To write a program to implement the simple linear regression model for predicting the marks scored.
- Hardware – PCs.
- Anaconda – Python 3.7 Installation / Moodle-Code Runner.
Use the standard libraries such as numpy, pandas, matplotlib.pyplot in python for the simple linear regression model for predicting the marks scored.
Set variables for assigning dataset values and implement the .iloc module for slicing the values of the variables X and y.
Import the following modules for linear regression; from sklearn.model_selection import train_test_split and also from sklearn.linear_model import LinearRegression.
Assign the points for representing the points required for the fitting of the straight line in the graph.
Predict the regression of the straight line for marks by using the representation of the graph.
Compare the graphs (Training set, Testing set) and hence we obtained the simple linear regression model for predicting the marks scored using the given datas.
End the program.
/*
Program to implement the simple linear regression model for predicting the marks scored...
Developed by: PRANAVE B
RegisterNumber: 212221240040
*/
import numpy as np
import pandas as pd
import matplotlib.pyplot as plt
dataset= pd.read_csv('student_scores.csv')
dataset.head()
X=dataset.iloc[:,:-1].values
X
y=dataset.iloc[:,1].values
y
from sklearn.model_selection import train_test_split
X_train,X_test,y_train,y_test=train_test_split(X,y,test_size=1/3,random_state=0)
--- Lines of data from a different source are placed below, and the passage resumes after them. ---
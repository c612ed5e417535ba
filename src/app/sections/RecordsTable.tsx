import type { ReactNode } from "react";
import { labelOf } from "../../core/catalogue.ts";
import { isEstimate } from "../../core/quantity.ts";
import type { StationResult } from "../../core/stationResult.ts";
import { unitOf } from "../../core/unitText.ts";
import { formatCount, formatDigits, formatNumber, withUnit } from "../../figures/formatNumber.ts";
import { positionDecimals } from "../../figures/positionDecimals.ts";
import type { CaseView } from "../session/caseView.ts";
import { CaseMark } from "./CaseMark.tsx";
import { Definition } from "./Definition.tsx";
import { NumberButton } from "./NumberButton.tsx";
import { overStations, stationCount } from "./overStations.ts";
import { SymbolText } from "./SymbolText.tsx";
import { TableScroll } from "./TableScroll.tsx";

/** What was read, a row for each case; on a narrow screen a list that says the same. */
export function RecordsTable({ cases, narrow }: { cases: readonly CaseView[]; narrow: boolean }) {
  return narrow ? <RecordsList cases={cases} /> : <WideTable cases={cases} />;
}

function WideTable({ cases }: { cases: readonly CaseView[] }) {
  const units = cases[0].of.sheet.units;
  return (
    <TableScroll label="Cases">
      <table className="data">
        <thead>
          <tr>
            <th scope="col">Case</th>
            <th scope="col" className="text">
              Layout
            </th>
            <th scope="col">
              <Definition of="stations">Stations</Definition>
            </th>
            <Head of={placeKey(cases[0])} unit={unitOf(placeDimension(cases[0]), units)} />
            <Head of="U" unit={unitOf("L/T", units)} />
            <Head of="integralTimes" unit="" />
            <Head of="k1max_eta" unit="" />
            <th scope="col" className="text">
              Flags
            </th>
          </tr>
        </thead>
        <tbody>
          {cases.map((view) => (
            <tr key={view.id}>
              <th scope="row">
                <CaseMark mark={view.mark} line /> {view.name}
              </th>
              <td className="text">{layoutOf(view)}</td>
              <td>
                <NumberButton {...stationCount(view)}>{view.stations.length}</NumberButton>
              </td>
              <Cell view={view} of={placeKey(view)} shown={placesOf(view)} value={({ x }) => x} />
              <Cell view={view} of="U" shown={speedOf(view)} value={({ U }) => U.value} />
              <Cell
                view={view}
                of="integralTimes"
                shown={lengthsOf(view)}
                value={({ facts }) => facts.integralTimes}
              />
              <Cell
                view={view}
                of="k1max_eta"
                shown={resolutionOf(view)}
                value={({ facts }) => facts.k1max_eta}
              />
              <td className="text">{flagsOf(view)}</td>
            </tr>
          ))}
        </tbody>
      </table>
    </TableScroll>
  );
}

function RecordsList({ cases }: { cases: readonly CaseView[] }) {
  return (
    <ul className="records-list">
      {cases.map((view) => {
        const { units } = view.of.sheet;
        const xs = placesOf(view);
        return (
          <li key={view.id}>
            <CaseMark mark={view.mark} line />
            <span>
              <b>{view.name}</b>, {layoutOf(view)}, {stationsText(view.stations.length)},{" "}
              <span className="nowrap">
                <StationsNumber view={view} of={placeKey(view)} shown={xs} value={({ x }) => x} />
                {withUnit("", unitOf(placeDimension(view), units))}
              </span>
              <br />
              <SymbolText runs={labelOf("U").symbol} /> ={" "}
              <StationsNumber view={view} of="U" shown={speedOf(view)} value={({ U }) => U.value} />
              {withUnit("", unitOf("L/T", units))}
              {lengthsOf(view) !== "–" && (
                <>
                  ; records of{" "}
                  <StationsNumber
                    view={view}
                    of="integralTimes"
                    shown={lengthsOf(view)}
                    value={({ facts }) => facts.integralTimes}
                  />{" "}
                  <SymbolText runs={labelOf("T_int").symbol} />
                </>
              )}
            </span>
          </li>
        );
      })}
    </ul>
  );
}

/** A number for all stations at once; its definition says which gave the least and the greatest. */
function Cell({ view, of, shown, value }: CellProps) {
  return (
    <td>
      <StationsNumber view={view} of={of} shown={shown} value={value} />
    </td>
  );
}

interface CellProps {
  readonly view: CaseView;
  readonly of: string;
  readonly shown: string;
  readonly value: (station: StationResult) => number | null;
}

function StationsNumber({ view, of, shown, value }: CellProps) {
  if (shown === "–") return shown;
  return <NumberButton {...overStations(view, of, shown, value)}>{shown}</NumberButton>;
}

function Head({ of, unit }: { of: string; unit: string }) {
  return (
    <th scope="col">
      <Definition of={of}>
        <SymbolText runs={labelOf(of).symbol} />
        {unit !== "" && ` (${unit})`}
      </Definition>
    </th>
  );
}

/** Stations of a decay in time stand at times. */
const placeKey = ({ along }: CaseView) => (along === "t" ? "t" : "x");
const placeDimension = ({ along }: CaseView) => (along === "t" ? "T" : "L");

const layoutNames = { series: "probe series", lines: "line samples", profile: "profile" } as const;

function layoutOf({ of, stations }: CaseView): ReactNode {
  const components = stations[0]?.facts.components ?? [];
  return (
    <>
      {layoutNames[of.sheet.layout]}
      {components.length > 0 && ", "}
      {components.length > 0 && <span className="sym">{components.join(" ")}</span>}
    </>
  );
}

/** "0.15 to 1.80"; one number where they are all alike. */
function rangeOf(values: readonly number[], decimals: number): string {
  if (values.length === 0) return "–";
  const [low, high] = [Math.min(...values), Math.max(...values)];
  const text = (value: number) =>
    Math.abs(value) >= 1000 ? formatCount(roundTo(value, 2)) : formatNumber(value, decimals);
  return text(low) === text(high) ? text(low) : `${text(low)} to ${text(high)}`;
}

function placesOf({ stations }: CaseView): string {
  const xs = stations.map((station) => station.x);
  return rangeOf(xs, positionDecimals(xs));
}

function roundTo(value: number, digits: number): number {
  return Number(value.toPrecision(digits));
}

function speedOf({ stations }: CaseView): string {
  const speeds = stations.map((station) => station.U).filter(isEstimate);
  if (speeds.length === 0) return "–";
  return formatDigits(speeds.reduce((sum, speed) => sum + speed.value, 0) / speeds.length, 3);
}

const stationsText = (count: number) => `${count} station${count === 1 ? "" : "s"}`;

const facts = (stations: readonly StationResult[], key: "integralTimes" | "k1max_eta") =>
  stations.map((station) => station.facts[key]).filter((value) => value !== null);

const lengthsOf = ({ stations }: CaseView) =>
  rangeOf(
    facts(stations, "integralTimes").map((times) => roundTo(times, 2)),
    0,
  );

/** The least along the case: what limits the gradients. */
function resolutionOf({ stations }: CaseView): string {
  const values = facts(stations, "k1max_eta");
  return values.length === 0 ? "–" : formatDigits(Math.min(...values), 2);
}

function flagsOf({ stations, decay, reduced }: CaseView): string {
  const flagged = stations.filter((station) => station.flags.length > 0).length;
  const others = (decay?.flags.length ?? 0) + (reduced?.flags.length ?? 0);
  const parts = [
    flagged > 0 ? `${flagged} at stations` : null,
    others > 0 ? `${others} of the case` : null,
  ].filter((part) => part !== null);
  return parts.length === 0 ? "none" : parts.join(", ");
}
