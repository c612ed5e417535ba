import type { PickedCurve } from "../../figures/figureSpec.ts";

/** Wavenumbers times L11 at which the local spectrum is read off. */
export const readAt = [1, 3, 10, 30] as const;

export interface LocalReading {
  /** k1 L11 asked for. */
  readonly at: number;
  readonly slope: number;
  /** E22, E33 over what they are in isotropic flow; null where not measured. */
  readonly E22: number | null;
  readonly E33: number | null;
}

/** The nearest band, if it lies within a tenth of a decade. */
const near = Math.LN10 / 10;

/** Local slope and isotropy of one station at some scales; those that its spectrum does not reach are left out. */
export function localReadings({ station }: PickedCurve): LocalReading[] {
  const local = station.curves?.local;
  const length = station.L11.value;
  if (local === undefined || length === null || local.k1.length === 0) return [];
  return readAt.flatMap((at) => {
    const distances = Array.from(local.k1, (k) => Math.abs(Math.log((k * length) / at)));
    const i = distances.indexOf(Math.min(...distances));
    if (distances[i] > near) return [];
    const over = (E: Float64Array | null) =>
      E === null || !(local.E22_isotropic[i] > 0) ? null : E[i] / local.E22_isotropic[i];
    return [{ at, slope: local.slope[i], E22: over(local.E22), E33: over(local.E33) }];
  });
}
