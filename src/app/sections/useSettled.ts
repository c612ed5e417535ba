import { useState } from "react";

/** The value as it is while things are settled; the last such one while they are not. */
export function useSettled<T>(value: T, settled: boolean): T {
  const [kept, keep] = useState(value);
  if (settled && kept !== value) keep(value);
  return settled ? value : kept;
}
from sklearn.linear_model import LinearRegression
regressor=LinearRegression()
regressor.fit(X_train,y_train)
y_pred=regressor.predict(X_test)
y_pred
y_test
plt.scatter(X_train,y_train,color='orange')
plt.plot(X_train,regressor.predict(X_train),color='cyan')
plt.title("Hour vs scores(Training set)")
#plt.xlabel("Hours")
plt.ylabel("Scores")
plt.show()
plt.scatter(X_test,y_test,color='cyan')
plt.plot(X_test,regressor.predict(X_test),color='orange')#plotting the regression line
plt.title("Hours vs scores(Testing set)")
#plt.xlabel("Hours")
plt.ylabel("Scores")
plt.show()
Thus the program to implement the simple linear regression model for predicting the marks scored is written and verified using python programming.